Afterward, progressive exposure to the fear is key: going shopping, finding a new job, looking and touching her body in the mirror, challenging the ritual of "perfect dressing", practicing self-love, and sharing / helping others with similar issues. The trauma turns into a "cool - dramatic story of surviving" instead of something to be afraid of.
Other details:
- some sessions at the beginning were without the camera.
- most sessions were in the morning, while she was in pajama on her bed.
- She missed many sessions during the process of finding ways to love herself.
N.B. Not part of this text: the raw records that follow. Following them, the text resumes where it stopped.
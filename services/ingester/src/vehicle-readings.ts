import type { DataMap, FleetInput } from '@thermargin/shared';
import { vehicleDataMaps } from '@thermargin/logger-data/io/data-maps';
import { compileFrames, type DecoderConfig, frameTables } from '@thermargin/logger-data/j1939/config';
import { recordMapper } from '@thermargin/logger-data/record';

/** A vehicle's mapping and reference torque as the fleet file gives them (plain data: it crosses threads). */
export interface VehicleMapSpec {
  map?: DataMap | undefined;
  reference_torque_nm: number | null;
}

/** Each vehicle's spec from the fleet file read from `fleetPath` (mapping files are named relative to it). */
export function vehicleMapSpecs(fleet: FleetInput, fleetPath: string): Map<string, VehicleMapSpec> {
  const maps = vehicleDataMaps(fleet, fleetPath);
  return new Map(
    fleet.vehicles.map((v) => [
      v.id,
      { map: maps.get(v.id), reference_torque_nm: v.engine_reference_torque_nm ?? null },
    ]),
  );
}

/** How the ingester reads a vehicle's messages: its frames' decoder tables, its JSON field mapping. */
export interface VehicleReading {
  frames: DecoderConfig;
  /** Turns a logger's own JSON record into a wire sample; absent: the wire format as it is. */
  record?: (item: unknown, vehicle: string) => unknown;
}

/** The reading of a vehicle without a mapping: the standard J1939 parameters, the wire format's JSON. */
export const STANDARD_READING: VehicleReading = { frames: compileFrames(undefined).config };

/**
 * Each vehicle's reading from its spec; throws naming the vehicle and field when a mapping cannot be used.
 * Vehicles with the same frames section and reference torque share one decoder table (½ MB each).
 */
export function vehicleReadings(specs: Iterable<[string, VehicleMapSpec]>): Map<string, VehicleReading> {
  const out = new Map<string, VehicleReading>();
  const tables = frameTables();
  for (const [vehicle, spec] of specs) {
    if (!spec.map && spec.reference_torque_nm === null) continue;
    const { config, problems } = tables(spec.map?.frames, spec.reference_torque_nm);
    if (problems.length)
      throw new Error(
        `ingester: vehicle ${vehicle}'s data_map: ${problems.map((p) => `${p.where}: ${p.rule}`).join('; ')}`,
      );
    const json = spec.map && (spec.map.fields || spec.map.time || spec.map.vehicle || spec.map.trip);
    out.set(vehicle, { frames: config, ...(json ? { record: recordMapper(spec.map!) } : {}) });
  }
  return out;
}
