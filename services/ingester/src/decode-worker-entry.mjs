// The decode worker's entry: worker threads do not inherit the tsx loader (and ignore `--import` in
// their execArgv under some runners), so the worker registers it before loading its TypeScript.
import { register } from 'tsx/esm/api';

register();
await import('./decode-worker.ts');
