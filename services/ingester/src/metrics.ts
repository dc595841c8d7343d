import { type Server, createServer } from 'node:http';
import type { AddressInfo } from 'node:net';
import { type RejectReason, STORE_FAULTS } from '@thermargin/shared';
import { FRAME_TALLY_COUNTS, type FrameTally, type StoreFault } from '@thermargin/store';

/** The ingester's counters and gauges, rendered in the Prometheus text format on GET /metrics. */
export class IngestMetrics {
  messages_received = 0;
  messages_acked = 0;
  samples_received = 0;
  samples_stored = 0;
  store_write_failures = 0;
  spooled_batches = 0;
  drained_batches = 0;
  broker_reconnects = 0;
  /** gauges, set by their owners */
  pending_samples = 0;
  pending_messages = 0;
  spool_bytes = 0;
  spool_segments = 0;
  store_up = 1;
  /** Why the store, and the spool, last refused a write (null while they take them). */
  store_fault: StoreFault | null = null;
  spool_fault: StoreFault | null = null;
  connections_up = 0;
  private readonly rejected = new Map<string, number>();
  /** Per vehicle, the frame tallies of the frames messages received (a redelivery counts again here). */
  private readonly frames = new Map<string, Record<string, number>>();

  /** Samples built from frames but left out for a required signal missing (counted, not refused). */
  get samples_incomplete(): number {
    let n = 0;
    for (const f of this.frames.values()) n += f.incomplete!;
    return n;
  }

  frameTally(t: FrameTally): void {
    let f = this.frames.get(t.vehicle);
    if (!f) this.frames.set(t.vehicle, (f = Object.fromEntries(FRAME_TALLY_COUNTS.map((c) => [c, 0]))));
    for (const c of FRAME_TALLY_COUNTS) f[c]! += t[c];
  }

  reject(vehicle: string, reason: RejectReason, n = 1): void {
    const key = `${vehicle}\u0000${reason}`;
    this.rejected.set(key, (this.rejected.get(key) ?? 0) + n);
  }

  /** Rejections per vehicle ('' when none could be read) and reason. */
  rejections(): { vehicle: string; reason: RejectReason; count: number }[] {
    return [...this.rejected].map(([key, count]) => {
      const [vehicle = '', reason] = key.split('\u0000');
      return { vehicle, reason: reason as RejectReason, count };
    });
  }

  get rejected_total(): number {
    let n = 0;
    for (const c of this.rejected.values()) n += c;
    return n;
  }

  render(): string {
    const out: string[] = [];
    const metric = (name: string, type: 'counter' | 'gauge', help: string, value: number) =>
      out.push(
        `# HELP thermargin_ingest_${name} ${help}`,
        `# TYPE thermargin_ingest_${name} ${type}`,
        `thermargin_ingest_${name} ${value}`,
      );
    metric('messages_received_total', 'counter', 'MQTT messages received', this.messages_received);
    metric(
      'messages_acked_total',
      'counter',
      'MQTT messages acknowledged after durable storage or spooling',
      this.messages_acked,
    );
    metric('samples_received_total', 'counter', 'valid samples received', this.samples_received);
    metric(
      'samples_stored_total',
      'counter',
      'samples written to the store (directly or drained from the spool)',
      this.samples_stored,
    );
    metric(
      'store_write_failures_total',
      'counter',
      'store writes that failed (their batch was spooled)',
      this.store_write_failures,
    );
    metric('spooled_batches_total', 'counter', 'batches written to the disk spool', this.spooled_batches);
    metric('drained_batches_total', 'counter', 'spooled batches written to the store', this.drained_batches);
    metric('broker_reconnects_total', 'counter', 'MQTT reconnect attempts', this.broker_reconnects);
    metric('pending_samples', 'gauge', 'samples in memory waiting for a write', this.pending_samples);
    metric(
      'pending_messages',
      'gauge',
      'messages in memory waiting for their acknowledgement',
      this.pending_messages,
    );
    metric('spool_bytes', 'gauge', 'bytes in the disk spool', this.spool_bytes);
    metric('spool_segments', 'gauge', 'batches in the disk spool', this.spool_segments);
    metric('store_up', 'gauge', '1 when the last store write succeeded', this.store_up);
    for (const [name, fault, what] of [
      ['store_fault', this.store_fault, 'the store refuses writes'],
      ['spool_fault', this.spool_fault, 'the disk spool refuses writes (nothing more is acknowledged)'],
    ] as const) {
      out.push(
        `# HELP thermargin_ingest_${name} 1 for the reason ${what}`,
        `# TYPE thermargin_ingest_${name} gauge`,
      );
      for (const kind of STORE_FAULTS)
        out.push(`thermargin_ingest_${name}{kind="${kind}"} ${fault?.kind === kind ? 1 : 0}`);
    }
    metric('connections_up', 'gauge', 'MQTT connections currently up', this.connections_up);
    metric('heap_used_bytes', 'gauge', 'V8 heap in use', process.memoryUsage().heapUsed);
    out.push(
      '# HELP thermargin_ingest_rejected_total messages or samples dead-lettered, by vehicle and reason',
    );
    out.push('# TYPE thermargin_ingest_rejected_total counter');
    for (const r of this.rejections()) {
      out.push(`thermargin_ingest_rejected_total{vehicle="${r.vehicle}",reason="${r.reason}"} ${r.count}`);
    }
    out.push(
      '# HELP thermargin_ingest_frames_total CAN frames received, decoded and of unknown PGNs, values not available or error, samples built and incomplete, by vehicle',
    );
    out.push('# TYPE thermargin_ingest_frames_total counter');
    for (const [vehicle, f] of this.frames)
      for (const c of FRAME_TALLY_COUNTS)
        out.push(`thermargin_ingest_frames_total{vehicle="${vehicle}",count="${c}"} ${f[c]}`);
    return `${out.join('\n')}\n`;
  }
}

/** GET /metrics (Prometheus text) and GET /healthz on plain node:http. */
export async function startMetricsServer(
  metrics: IngestMetrics,
  port: number,
  host: string,
): Promise<Server> {
  const server = createServer((req, res) => {
    if (req.method === 'GET' && req.url === '/metrics') {
      res.writeHead(200, { 'content-type': 'text/plain; version=0.0.4' }).end(metrics.render());
    } else if (req.method === 'GET' && req.url === '/healthz') {
      const { store_fault: store, spool_fault: spool } = metrics;
      // 503 only when nothing can be acknowledged: store down and the spool refusing too.
      const text = !store
        ? 'ok\n'
        : `store down: ${store.reason}; ${spool ? `spool refuses writes too: ${spool.reason}` : 'spooling to disk'}\n`;
      res.writeHead(store && spool ? 503 : 200, { 'content-type': 'text/plain' }).end(text);
    } else {
      res.writeHead(404, { 'content-type': 'text/plain' }).end('not found: GET /metrics or /healthz\n');
    }
  });
  await new Promise<void>((resolve, reject) => {
    server.once('error', reject);
    server.listen(port, host, () => resolve());
  });
  return server;
}

export function serverPort(server: Server): number {
  return (server.address() as AddressInfo).port;
}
- The entire process took 20 sessions.
When the therapy finished she was very aware of her patterns and confident about how to handle them. Life also put some challenges on her way (conflicts with her boyfriends and family members), that she managed to handle without triggering anxiety disorders, self-agression, or isolation. I could tell she was very proud of her achievements, improved her grades, and even set more boundaries in her relationship that she would not dare to set before.
The last time I followed her up she mentioned that would manage very well most problems. Still experience insecurities sometimes, but never lasting long enough like to come back to therapy.
She knew what to do and how to do it, and life could be seen as balance place between "good and bad" that was very worth living.